Families Need Further Discussion on End of Life Finances

Helping clients develop an estate plan may help them avoid certain tax consequences, Fidelity says.

According to findings from a recent Fidelity Investments Family & Finance Study, while the vast majority (90%) of parents and their adult children say it’s important to have frank conversations about estate plans and wills, all too often the discussions aren’t taking place—or at least, in a meaningful way.

While 70% of parents surveyed believe they’ve had detailed conversations with their children on the subject, more than one-half of their children claim this isn’t the case.

Even in the simplest of family situations, conversations that do not occur frequently and in detail may result in fairly substantial family disagreements and disconnects. For example, the Fidelity study found that seven in 10 parents and their children had major misconceptions about the value of the parent’s estate—and on average, children underestimated that value by $278,000.

In addition, while eight in 10 parents believe their children know where to find important documents such as wills, power of attorney and health care proxies, only two-in-three children actually report possessing this knowledge.

The potential for confusion only becomes greater—and the need to start planning even more urgent—when one considers that the modern-day concept of family may include stepchildren, in-laws and former spouses. Furthermore, an estate plan provides protection for those left behind, which may be especially important for loved ones requiring special care. Without a will, the state laws where a person resides may determine how the property is distributed upon one’s death, and this outcome may not be aligned with what was intended nor be appropriate for a specific situation.

NEXT: What an estate plan can do for clients

Regardless of one’s net worth, passing on assets to the next generation may involve a multitude of complex issues. Having an estate plan in place may help simplify the entire process, by allowing a person to accomplish a number of things, including the ability to:  

  • Preserve and maintain control over the transfer of assets;
  • Designate who will execute wishes if a person is incapacitated or passes away;
  • Protect the family’s privacy and possibly avoid probate;
  • Provide immediate access to liquidity;
  • Allow for the payment of bills in the event of incapacitation or death; and
  • Choose who beneficiaries will be and how they will receive assets.
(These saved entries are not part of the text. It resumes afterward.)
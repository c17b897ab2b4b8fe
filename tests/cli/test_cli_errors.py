"""Bad input through the command line: exit 1, one line on stderr starting 'brakeheat: error:', no traceback.

The contract is the project's own (README "Commands": exit codes 0/1/2/3, one line naming the
file and the key or row).
"""
from __future__ import annotations

import subprocess
import sys

import pytest

from conftest import SHRINK, SMALL, cli, load_cases

CASES = load_cases()


def assert_one_line_error(code, out, err, *fragments):
    assert code == 1, (code, err)
    assert out == ""
    lines = err.splitlines()
    assert len(lines) == 1, err
    assert lines[0].startswith("brakeheat: error: ")
    assert "Traceback" not in err
    for fragment in fragments:
        assert fragment in lines[0], f"{fragment!r} not in {lines[0]!r}"


@pytest.mark.parametrize("case", CASES.CASES, ids=[c.id for c in CASES.CASES])
def test_bad_scenario_exits_1_with_one_line(case, tmp_path):
    path = CASES.write_case(case, tmp_path)
    code, out, err = cli(["run", path, "--quiet", *CASES.override_args(case)])
    assert_one_line_error(code, out, err, str(tmp_path), *case.fragments)


@pytest.mark.parametrize("argv, fragments", [
    (["run", SMALL, "--set", "car.mass_kg"], ("--set 'car.mass_kg'", "expected KEY=VALUE")),
    (["run", SMALL, "--set", "car.mass_kg=[1,{]"], ("cannot read the value",)),
    (["run", SMALL, "--set", "corners.front.disc.layerz=2"], ("[corners.front.disc]", "did you mean 'layers'")),
    (["run", SMALL, "--solver", "BFD"], ("[solver] method", "did you mean 'BDF'")),
    (["run", "no_such_dir/none.toml"], ("none.toml: no such scenario file",)),
    (["demo", "--set", "car.mas_kg=1"], ("demo.toml", "did you mean 'mass_kg'")),
])
def test_bad_command_line_input(argv, fragments):
    assert_one_line_error(*cli(argv), *fragments)


def test_compare_unknown_variant_key_and_only(tmp_path):
    code, out, err = cli(["compare", SMALL, "--quiet", "--variant", "bad", "corners.front.pad_muu=0.5"])
    assert_one_line_error(code, out, err, "variant 'bad'", "unknown key 'pad_muu'", "did you mean 'pad_mu'")
    code, out, err = cli(["compare", SMALL, "--quiet", "--variant", "wider", "corners.front.pad_mu=0.55",
                          "--only", "wide"])
    assert_one_line_error(code, out, err, "--only wide: no such variant", "did you mean 'wider'")
    code, out, err = cli(["compare", SMALL, "--quiet", "--variant", "baseline", "corners.front.pad_mu=0.55"])
    assert_one_line_error(code, out, err, "may not be called 'baseline'")


def test_lap_on_malformed_csv(tmp_path):
    bad = tmp_path / "lap.csv"
    bad.write_text(CASES.BAD_TRACE_CSV, encoding="utf-8")
    assert_one_line_error(*cli(["lap", bad]), str(bad), "row", "'fast'")
    assert_one_line_error(*cli(["lap", tmp_path / "none.csv"]), "none.csv")


@pytest.mark.parametrize("argv", [[], ["frobnicate"], ["run"], ["run", SMALL, "--no-such-option"],
                                  ["compare", SMALL, "--variant"]])
def test_usage_errors_exit_2(argv):
    code, out, err = cli(argv)
    assert code == 2
    assert "usage: brakeheat" in err and "Traceback" not in err


def test_real_process_exit_code_and_stderr(tmp_path):
    # the console entry point, as a shell sees it: exit status 1 and exactly one stderr line
    done = subprocess.run([sys.executable, "-m", "thermo.cli.main", "run", str(SMALL), *SHRINK,
                           "--set", "car.mas_kg=1"], capture_output=True, text=True, timeout=120)
    assert done.returncode == 1
    assert done.stdout == ""
    assert done.stderr.count("\n") == 1 and done.stderr.startswith("brakeheat: error: ")
    assert "did you mean 'mass_kg'" in done.stderr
Fidelity adds that having a sound estate plan in place may help one avoid certain tax consequences. Without proper planning, an individual could end up unnecessarily paying certain Federal estate taxes, as well as, possibly, state estate and inheritance taxes. For retirement assets, a good estate plan may help an individual avoid accelerated withdrawals from an IRA—which would cause a spike to income taxes, as opposed to a required minimum distribution (RMD) over an heir’s life.

“The study also reveals that more than two-thirds of adult children and their parents disagree about the appropriate time to initiate conversations about the parents’ finances. When it comes to legacy planning, generally speaking, the sooner the better,” says Kevin Ruth, Head of Wealth Planning and Personal Trust at Fidelity Investments. “Failing to have an estate plan in place can lead to significant family confusion once a beloved family member passes. Too often, it may result in costly mistakes or the wishes of a loved one’s estate and legacy plans going unfulfilled.”